Sebelum pintu ditutup, Amiri hanya melihat tumpukan kardus yang berisi obat-obatan di pojokan kontainer. Ada ruangan seluas setengah meter di antara kardus-kardus dan atap kontainer. Di tempat kecil itu, mereka semua harus berbaring selama 15 atau 16 jam kedepan. Suasana di dalam sangat dingin, tak ada penerangan sama sekali. Gelap gulita. Mereka, para imigran harus tetap terbaring. Amiri mengatakan dirinya tak bisa bergerak, duduk, apalagi berdiri.

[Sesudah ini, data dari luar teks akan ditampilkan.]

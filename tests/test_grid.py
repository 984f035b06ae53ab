"""Grid classification and quadrature weights against external references.

* Gauss-Legendre nodes and weights: :func:`numpy.polynomial.legendre.leggauss`
  (Golub & Welsch 1969, Math. Comp. 23, 221-230).
* The area of the unit sphere, 4 pi, and the exactness of Clenshaw-Curtis and
  Fejer quadrature for polynomials in cos(colatitude) (Waldvogel 2006, BIT 46,
  195-202).
"""

from __future__ import annotations

import numpy as np
import pytest

from flowpipe.grid import classify, gaussian_latitudes


def test_gaussian_latitudes_are_the_gauss_legendre_nodes():
    nodes, _ = np.polynomial.legendre.leggauss(32)
    np.testing.assert_allclose(np.sin(np.radians(gaussian_latitudes(32))), nodes, atol=1e-14)


@pytest.mark.parametrize(
    ("lat", "lon", "expected"),
    [
        (np.linspace(-90, 90, 73), np.arange(0, 360, 2.5), ("global", "equiangular", True, "CC")),
        (np.arange(-89.0, 90, 2.0), np.arange(0, 360, 2.0), ("global", "equiangular", False, "F1")),
        (gaussian_latitudes(48), np.arange(0, 360, 3.75), ("global", "gaussian", False, "GL")),
        (np.arange(-80.0, 80.1, 2.0), np.arange(0, 360, 2.0), ("band", "equiangular", False, None)),
        (np.arange(30.0, 60.1, 0.5), np.arange(-20.0, 10.1, 0.5),
         ("regional", "equiangular", False, None)),
        (np.array([-60.0, -30.0, -10.0, 0.0, 20.0, 70.0]), np.arange(0, 360, 10.0),
         ("band", "irregular", False, None)),
    ],
)
def test_classification(lat, lon, expected):
    info = classify(lat, lon)
    assert (info.kind, info.latitudes, info.poles, info.geometry) == expected
    assert info.spectral == (expected[3] is not None)


def test_float32_gaussian_latitudes_are_still_gaussian():
    lat = gaussian_latitudes(64).astype(np.float32)  # as many files store them
    assert classify(lat, np.arange(0, 360, 2.8125)).latitudes == "gaussian"


def test_nearly_gaussian_latitudes_are_not():
    lat = gaussian_latitudes(64) + 1e-4  # off by more than 1e-6 degrees
    assert classify(lat, np.arange(0, 360, 2.8125)).latitudes != "gaussian"


@pytest.mark.parametrize(
    "lat",
    [np.linspace(-90, 90, 37), np.arange(-87.5, 90, 5.0), gaussian_latitudes(36)],
    ids=["CC", "F1", "GL"],
)
def test_ring_weights_integrate_exactly(lat):
    info = classify(lat, np.arange(0, 360, 5.0))
    w = info.ring_weights()
    assert w.sum() == pytest.approx(4 * np.pi, rel=1e-13)  # area of the unit sphere
    mu = np.sin(np.radians(info.latitude))
    # Integral of mu^10 over the unit sphere: 2 pi * 2 / 11 (a polynomial of degree 10).
    assert np.sum(w * mu**10) == pytest.approx(4 * np.pi / 11, rel=1e-12)


def test_regional_cell_areas_sum_to_the_spherical_rectangle():
    lat = np.arange(30.25, 60.0, 0.5)  # cell centres of 30..60 N
    lon = np.arange(0.25, 40.0, 0.5)  # cell centres of 0..40 E
    info = classify(lat, lon)
    expected = np.radians(40.0) * (np.sin(np.radians(60.0)) - np.sin(np.radians(30.0)))
    assert info.cell_areas().sum() == pytest.approx(expected, rel=1e-12)
    assert info.ring_weights().sum() == pytest.approx(expected, rel=1e-12)
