"""Coordinates as real files have them: one height above the surface, gaps, no units.

Sources: a 10 m wind is a field on one level that CF describes with a scalar coordinate
of standard name ``height`` ("vertical distance above the surface", CF standard-name
table; CF 1.11 section 5.7, scalar coordinate variables); a coordinate variable must
have no missing values (CF 1.11 section 5, "Coordinate Systems and Domain");
without ``units`` a vertical coordinate is neither pressure nor height (CF 1.11
section 4.3, "Vertical (Height or Depth) Coordinate").
"""

from __future__ import annotations

import subprocess
from pathlib import Path

import numpy as np
import pandas as pd
import pytest
import xarray as xr

import flowpipe as fp
from flowpipe.maps import render

ROOT = Path(__file__).resolve().parents[1]
FLOWPIPE = str(ROOT / ".venv" / "bin" / "flowpipe")


def _run(*args: str) -> subprocess.CompletedProcess:
    return subprocess.run([FLOWPIPE, *map(str, args)], capture_output=True, text=True)


def _surface_wind(path: Path, latitude: np.ndarray | None = None, levels: bool = False) -> Path:
    lat = np.arange(-90.0, 90.1, 3.0) if latitude is None else latitude
    lon = np.arange(0.0, 360.0, 3.0)
    phi = np.radians(np.nan_to_num(lat))[None, :, None]
    u = 10.0 * np.cos(phi) * np.ones((2, 1, lon.size))
    v = 2.0 * np.sin(np.radians(lon))[None, None, :] * np.cos(phi) * np.ones((2, 1, 1))
    dims = ("time", "latitude", "longitude")
    ds = xr.Dataset(
        {"u10": (dims, u, {"standard_name": "eastward_wind", "units": "m s-1"}),
         "v10": (dims, v, {"standard_name": "northward_wind", "units": "m s-1"})},
        coords={"time": pd.date_range("2026-11-30", periods=2, freq="6h"),
                "latitude": ("latitude", lat, {"units": "degrees_north"}),
                "longitude": ("longitude", lon, {"units": "degrees_east"})})
    if levels:  # two levels named "level" that say nothing of their kind
        ds = ds.expand_dims(level=[850.0, 500.0], axis=1)
    else:
        ds = ds.assign_coords(height=((), 10.0, {"units": "m", "standard_name": "height",
                                                 "positive": "up", "axis": "Z"}))
        for name in ("u10", "v10"):
            ds[name].attrs["coordinates"] = "height"
    ds.to_netcdf(path)
    return path


def test_a_10_m_wind_keeps_its_height_through_outputs_and_titles(tmp_path):
    source = _surface_wind(tmp_path / "wind10m.nc")
    wind = fp.open_wind(source)
    assert float(wind["height"]) == 10.0 and wind["height"].attrs["standard_name"] == "height"
    out = tmp_path / "split.nc"
    proc = _run("decompose", source, "-o", out)
    assert proc.returncode == 0, proc.stderr
    with xr.open_dataset(out) as parts:
        height = parts["height"]
        assert height.ndim == 0 and float(height) == 10.0
        assert height.attrs["units"] == "m" and height.attrs["standard_name"] == "height"
        assert "height" in parts["streamfunction"].encoding["coordinates"].split()
    fig = render(out, field="streamfunction")
    titles = " ".join(ax.get_title(loc="left") for ax in fig.axes)
    assert "10 m above the surface" in titles
    tracks = tmp_path / "tracks.nc"
    proc = _run("advect", source, "-o", tracks, "--start", "40,10", "--hours", "6")
    assert proc.returncode == 0, proc.stderr
    with xr.open_dataset(tracks) as paths:
        assert float(paths["height"]) == 10.0 and paths["height"].attrs["units"] == "m"
        assert "height" in paths["wind_speed"].encoding["coordinates"].split()
    titles = " ".join(ax.get_title(loc="left") for ax in render(tracks).axes)
    assert "10 m above the surface" in titles


def test_a_missing_latitude_is_named_as_such(tmp_path):
    lat = np.arange(-90.0, 90.1, 3.0)
    lat[7] = np.nan
    proc = _run("decompose", _surface_wind(tmp_path / "gappy.nc", latitude=lat),
                "-o", tmp_path / "out.nc")
    assert proc.returncode == 2
    (line,) = proc.stderr.strip().splitlines()
    assert "coordinate latitude has 1 missing" in line and "index 7" in line
    assert "different grids" not in line
    assert not (tmp_path / "out.nc").exists()


def test_levels_without_units_are_labels_and_inspect_says_why(tmp_path):
    source = _surface_wind(tmp_path / "levels.nc", levels=True)
    proc = _run("inspect", source)
    assert proc.returncode == 0, proc.stderr
    assert "2 levels (850, 500) of unknown kind: the level coordinate has no units" in proc.stdout
    out = tmp_path / "out.nc"
    proc = _run("decompose", source, "-o", out)
    assert proc.returncode == 0, proc.stderr
    assert "flowpipe: warning:" in proc.stderr and "has no units" in proc.stderr
    with xr.open_dataset(out) as parts:
        assert parts.sizes["level"] == 2  # decomposed per level, as the labels say


def test_a_truncation_message_speaks_of_the_grid_in_words():
    wind = fp.open_wind(ROOT / "sample_data" / "demo_global.nc")
    with pytest.raises(fp.UsageError) as error:
        fp.decompose(wind, truncation=10**6)
    assert "equiangular (with pole rows)" in str(error.value)
    assert " CC " not in str(error.value)


@pytest.mark.parametrize(("given", "expected"), [
    # our choice, documented in DEVELOPERS.md: as given where possible, the first value
    # in [-180, 180), continuous across the date line
    (np.arange(150.0, 230.1, 5.0), (150.0, 230.0)),
    (np.r_[np.arange(150.0, 180.0, 5.0), np.arange(-180.0, -129.9, 5.0)], (150.0, 230.0)),
    (np.r_[np.arange(350.0, 360.0, 5.0), np.arange(0.0, 20.1, 5.0)], (-10.0, 20.0)),
])
def test_limited_area_longitudes_keep_their_numbers(tmp_path, given, expected):
    lat = np.arange(-10.0, 10.1, 5.0)
    u = np.full((1, 1, lat.size, given.size), 5.0)
    ds = xr.Dataset({"u": (("time", "lev", "lat", "lon"), u, {"units": "m s-1"}),
                     "v": (("time", "lev", "lat", "lon"), u * 0, {"units": "m s-1"})},
                    coords={"time": [np.datetime64("2026-01-01", "ns")],
                            "lev": ("lev", [500.0], {"units": "hPa", "standard_name": "air_pressure"}),
                            "lat": ("lat", lat, {"units": "degrees_north"}),
                            "lon": ("lon", given, {"units": "degrees_east"})})
    ds.to_netcdf(tmp_path / "box.nc")
    lon = fp.open_wind(tmp_path / "box.nc").longitude.values
    assert (lon[0], lon[-1]) == expected
    assert np.all(np.diff(lon) > 0)
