def test_lazy_text_is_stored_as_strings_too(tmp_path):
    # the same for text held as a dask array (a trajectory file reopened lazily, say):
    # Zarr's "string" data type, read back as the same str (zarr-extensions, from memory)
    ids = np.array(["fp-a", "fp-bb", "fp-ccc"])
    ds = xr.Dataset({"speed": ("trajectory", np.arange(3.0), {"units": "m s-1"})},
                    coords={"trajectory_id": ("trajectory", ids)}).chunk({"trajectory": 2})
    assert fp.write(ds, tmp_path / "t.zarr") == tmp_path / "t.zarr"
    metadata = json.loads((tmp_path / "t.zarr" / "trajectory_id" / "zarr.json").read_text())
    assert metadata["data_type"] == "string"
    with xr.open_zarr(tmp_path / "t.zarr") as back:
        assert [type(i) for i in back["trajectory_id"].values] == [str] * 3
        assert list(back["trajectory_id"].values) == list(ids)

SLOW_WRITE = """
import sys, time
import dask.array as da, numpy as np, xarray as xr
import flowpipe as fp

def slow(block):
    time.sleep(0.3)
    return block

n = 40
data = da.map_blocks(slow, da.ones((n, 1, 37, 72), chunks=(1, 1, 37, 72)), dtype=float)
ds = xr.Dataset({"vorticity": (("time", "level", "latitude", "longitude"), data,
                               {"units": "s-1", "standard_name": "atmosphere_relative_vorticity"})},
                coords={"time": np.arange(n).astype("datetime64[h]").astype("datetime64[ns]"),
                        "level": ("level", [500.0], {"units": "hPa"}),
                        "latitude": ("latitude", np.linspace(-90, 90, 37), {"units": "degrees_north"}),
                        "longitude": ("longitude", np.arange(0, 360, 5.0), {"units": "degrees_east"})})
fp.write(ds, sys.argv[1])
"""


def test_killed_zarr_write_leaves_no_store_under_the_final_name(tmp_path):
    # SIGKILL while chunks are being written: the final name never appears; the
    # temporary store is swept like a temporary file.
    final = tmp_path / "out.zarr"
    proc = subprocess.Popen([sys.executable, "-c", SLOW_WRITE, str(final)],
                            stdout=subprocess.DEVNULL, stderr=subprocess.PIPE)
    deadline = time.monotonic() + 120
    chunks: list[Path] = []
    while time.monotonic() < deadline and proc.poll() is None and len(chunks) < 3:
        chunks = [p for p in tmp_path.glob(".out.zarr.tmp-*/vorticity/c.*") if p.is_file()]
        time.sleep(0.05)
    assert proc.poll() is None, proc.stderr.read().decode()  # killed mid-write, not after
    proc.send_signal(signal.SIGKILL)
    proc.wait()
    assert chunks  # the store was being written
    assert not final.exists()
    (leftover,) = [p for p in tmp_path.iterdir() if ".tmp-" in p.name]
    assert leftover.is_dir()
    assert sweep_temporaries(tmp_path) == [leftover]
    assert list(tmp_path.iterdir()) == []


def test_rewriting_a_store_replaces_it_whole(written, tmp_path):
    target = tmp_path / "again.zarr"
    with xr.open_zarr(written["zarr"]) as ds:
        ds = ds.load()
    fp.write(ds, target)
    fp.write(ds[["vorticity"]], target)
    with xr.open_zarr(target) as again:
        assert "vorticity" in again and "streamfunction" not in again
    assert sorted(p.name for p in tmp_path.iterdir()) == ["again.zarr"]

Rasanya seperti kuburan yang berjalan.
Namun di tengah-tengah perjalanan, pendingin ruangan rusak dan suhu di dalam semakin menghangat. Amiri yang saat itu sudah mempersiapkan selimut, melepaskan itu semua. Udara semakin panas di dalam. Bekal air yang mereka bawa pun sudah habis. Suhu di dalam kontainer itu semakin meningkat dari waktu ke waktu. Udara yang kian menipis membuat adik kecilnya menangis. Ia ketakutan dan batuk-batuk. Amiri terus mengatakan kepada adiknya, "Kamu akan baik-baik saja, mereka akan segera membuka pintu."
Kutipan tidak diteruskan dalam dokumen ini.